Ein Problem im SQL ist, dass das Ergebnis immer nur “flach” ist, d.h. um eine Objektstruktur abzufragen, benötigt man zumindestens mehrere Queries, die in einem Batch ausgeführt werden müssen. Eine Alternative sind XML-fähige DBMS wie SQL Server, die mittels Subqueries eine Baumstruktur zurückgeben können. Allerdings ist die Definition des Queries eher unförmig und sollte eher als ein Workaround eingesetzt werden.

Jetzt klang es fast so, als hätten SQL-Datenbanken ein Performanz-Problem wenn es um Verteilung geht. Wir werden eines Besseren belehrt, wenn wir O/R Mapper betrachten.

Der größte Vorteil von OO-Plattformen und Programmiersprachen ist die typisichere Referenz und natürlich die Polymorphie. Vielleicht war es ja C++, dass zu dem Missverständnis geführt hat, dass “Referenz” ein nettes Wort für einen “Zeiger” ist, also eine Adresse im Hauptspeicher. Obwohl das technisch natürlich für .NET gar nicht mehr stimmt (da gibt es ja eine Zwischentabelle, aber ich schweife ab…). So wären Referenzen natürlich erst einmal nur innerhalb eines Prozesses gültig. Weiterhin nimmt man als OO-Programmierer an, dass Objektreferenzen extrem schnell aufgelöst werden können  – schließlich liegen sie im Hauptspeicher und benötigen keine “Setup-Costs”.

Tja hier liegt das Problem mit der Verteilung: hier geht es nicht schnell.

Naive lazy-loading O/R Mapper (natürlich gibt es heute viel intelligentere!) bieten das beste Beispiel für jämmerliche Performanz bei den einfachsten Aufgaben, wie einen Baum zu navigieren und vielleicht in einer UI zu rendern.

Ich weißt nicht, wie viele Entwickler sich dessen bewusst sind, allerdings habe ich seit langem die Meinung, dass “RDBMS vs. O/R Mapper” ein “War of Mind” ist. Jede Kriegspartei denkt, dass sie überlegen ist. Lustig finde ich in diesen Zusammenhang, dass ich selten von einem fanatischen O/R-Gegner die wahren Gründe für die schwache Performance (meistens das Cripple Loading) von  Hibernate & Co in Blogs lese. Die RDBMS-Fanatiker fühlen sich bestätigt, aber kennen sie überhaupt den wahren Grund für die Performance-Probleme der Gegener?

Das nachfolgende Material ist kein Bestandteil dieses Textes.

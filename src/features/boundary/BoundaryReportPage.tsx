import { Link, useParams, useSearchParams } from "react-router-dom";
import type { Study } from "@shared/schemas/studies";
import { Button } from "../../components/Button";
import { Caution } from "../../components/Caution";
import { EmptyState } from "../../components/EmptyState";
import { ErrorState } from "../../components/ErrorState";
import { focusRing } from "../../components/focus";
import { LoadingState } from "../../components/LoadingState";
import { formatDateTime } from "../../lib/format";
import { paths } from "../../lib/paths";
import { useDocumentTitle } from "../../lib/useDocumentTitle";
import { useStudy } from "../../lib/queries/study";
import { formatMa, formatMyr, RANK_WORD } from "../../components/timescale/ages";
import { DrawChartsAtOnce } from "../../components/DeferredChart";
import { useOutcomes, useTurnover, type OutcomesRequest } from "./api";
import { BoundaryScorecard } from "./BoundaryScorecard";
import { readBoundaryView } from "./boundaryParams";
import { OutcomeSummary } from "./OutcomeSummary";
import { RatesChart } from "./RatesChart";
import { TurnoverSection } from "./TurnoverSection";

// The printed page: no navigation or buttons, exact colours in the charts, no figure split over two pages,
// the tables behind the charts open.
const PRINT_RULES = `
@media print {
  @page { margin: 14mm 12mm; }
  html, body { background: #ffffff !important; }
  nav, [data-print="hide"] { display: none !important; }
  [data-report] { max-width: none !important; padding: 0 !important; }
  [data-report] figure, [data-report] table { break-inside: avoid; }
  [data-report] * { -webkit-print-color-adjust: exact; print-color-adjust: exact; box-shadow: none !important; }
  details > summary { display: none; }
}
`;

/** A boundary as a document to print or save as PDF: outcomes, scorecard, turnover and their numbers, with the cautions. */
export function BoundaryReportPage() {
  const { studyId = "" } = useParams();
  const [search] = useSearchParams();
  const view = readBoundaryView(search);
  const splitBy = search.get("split") ?? "";
  // The report opens outside the study layout, so it loads the study itself.
  const study = useStudy(studyId);
  const where = view.choice ? (view.choice.kind === "unit" ? { boundaryUnit: view.choice.name } : { boundary: view.choice.age }) : null;
  const outcomesRequest: OutcomesRequest | null = where ? { ...where, window: view.window, pageSize: 1 } : null;
  const outcomes = useOutcomes(studyId, outcomesRequest);
  const turnover = useTurnover(studyId, where ? { ...where, window: view.window, splitBy: splitBy || undefined } : null);
  useDocumentTitle(study.data ? `Boundary report · ${study.data.name}` : "Boundary report");

  return (
    <div className="min-h-screen bg-white">
      <style>{PRINT_RULES}</style>
      <nav aria-label="Report" data-print="hide" className="sticky top-0 z-30 border-b border-stone-200 bg-white/95 backdrop-blur">
        <div className="mx-auto flex h-14 max-w-5xl items-center justify-between gap-4 px-4 sm:px-6">
          <Link to={`${paths.study(studyId)}/boundary?${search.toString()}`} className={`rounded text-sm font-medium text-stone-600 hover:text-stone-900 ${focusRing}`}>
            ← Back to the boundary
          </Link>
          <Button size="sm" onClick={() => window.print()} disabled={!outcomes.data || !turnover.data}>
            Print or save as PDF
          </Button>
        </div>
      </nav>
      {/* A document to print: its charts are drawn at once, not after the numbers. */}
      <DrawChartsAtOnce value>
      <main data-report className="mx-auto max-w-5xl px-4 py-8 sm:px-6">
        {!where && (
          <EmptyState
            title="No boundary in this link"
            description="Open the report from the Boundary screen after choosing a boundary: the link carries the boundary, the window and the split."
          />
        )}
        {where && study.isPending && <LoadingState label="Loading the study" lines={3} />}
        {study.isError && <ErrorState error={study.error} title="The study could not be opened" onRetry={() => void study.refetch()} />}
        {where && outcomes.isPending && <LoadingState label="Sorting taxa across the boundary" lines={4} />}
        {outcomes.isError && <ErrorState error={outcomes.error} title="The outcomes could not be worked out" onRetry={() => void outcomes.refetch()} />}
        {study.data && outcomes.data && (
          <Report
            study={study.data}
            outcomes={outcomes.data}
            turnover={turnover}
            splitBy={splitBy}
            unitName={view.choice?.kind === "unit" ? view.choice.name : null}
          />
        )}
      </main>
      </DrawChartsAtOnce>
    </div>
  );
}

function Report({
  study,
  outcomes,
  turnover,
  splitBy,
  unitName,
}: {
  study: Study;
  outcomes: NonNullable<ReturnType<typeof useOutcomes>["data"]>;
  turnover: ReturnType<typeof useTurnover>;
  splitBy: string;
  /** The unit of the time scale chosen on the Boundary screen, when one was. */
  unitName: string | null;
}) {
  const unit = outcomes.boundaryUnits.find((u) => u.name === unitName) ?? outcomes.boundaryUnits[outcomes.boundaryUnits.length - 1];
  return (
    <article className="space-y-8" data-testid="boundary-report">
      <header className="border-b border-stone-200 pb-6">
        <p className="text-sm font-semibold tracking-wide text-accent-700 uppercase">Stratasieve · boundary report</p>
        <h1 className="mt-2 text-3xl font-semibold tracking-tight text-stone-900">
          {unit ? `Base of the ${unit.label} ${RANK_WORD[unit.rank]}, ${formatMa(outcomes.boundary)}` : `Boundary at ${formatMa(outcomes.boundary)}`}
        </h1>
        <p className="mt-2 text-[15px] text-stone-600">
          Study: {study.name} · window {formatMyr(outcomes.window)} · time scale v{outcomes.timescaleVersion} · printed {formatDateTime(new Date())}
        </p>
      </header>
      <OutcomeSummary result={outcomes} refreshing={false} />
      <BoundaryScorecard turnover={turnover} csvUrl={null} />
      <div className="space-y-3">
        <Caution title="The counts rest on the ranges as coded">
          Who counts as a survivor or a victim depends on the first and last appearances as coded and on how well each stage was sampled. A last find
          comes before the true extinction, so ranges are truncated: some victims look earlier than they were, and an abrupt loss can look gradual.
        </Caution>
        <Caution title="Association, not mechanism">
          Selectivity results are statistical associations across a boundary, not proof of a kill mechanism; a shared cause can produce them.
        </Caution>
      </div>
      <RatesChart studyId={study.id} boundary={outcomes.boundary} />
      <TurnoverSection turnover={turnover} splitBy={splitBy} onSplitBy={() => undefined} csvUrl={null} report />
    </article>
  );
}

Einen guten Eindruck dieses Kriegs vermittelt ein Post “The Vietnam of Computer Science”, der leicht zu googlen ist.

Ich persönlich denke, dass SQL auch mit Objekt-relationalen Erweiterungen nicht ausreichend für komplexe Anwendungen ist. Andererseits ist es gleichermaßen dümmllich, blind auf primitive OO-Paradigmen (die schnelle Referenz) zu vertrauen und einfach die Grundregeln der Verteilung zu ignorieren.

Eine Lösung will und kann ich gar nicht präsentieren. Aber die Essenz ist: Es wird dauernd vom Impedience Mismatch geredet, dabei ist dieser auf logischer Ebene doch gar nicht so groß. Primitivste O/R Mapper würden unter entfernen des Performance-Aspektes perfekt funktionieren.

Die ideale Lösung wäre, wenn jemand eine sprachbasierte Abstraktion implementieren würde, mit der eine performante verteilte Objektnavigation möglich ist, die sowohl für in-Memory, als auch persistente Datenspeicher anwendbar ist.

Denn Techniken wie LINQ sind schick (z.B. die Symbolintegration, d.h. Refactoring-sichere Queries), aber das grundlegende Problem der Verteilung wird nicht ausreichend gelöst.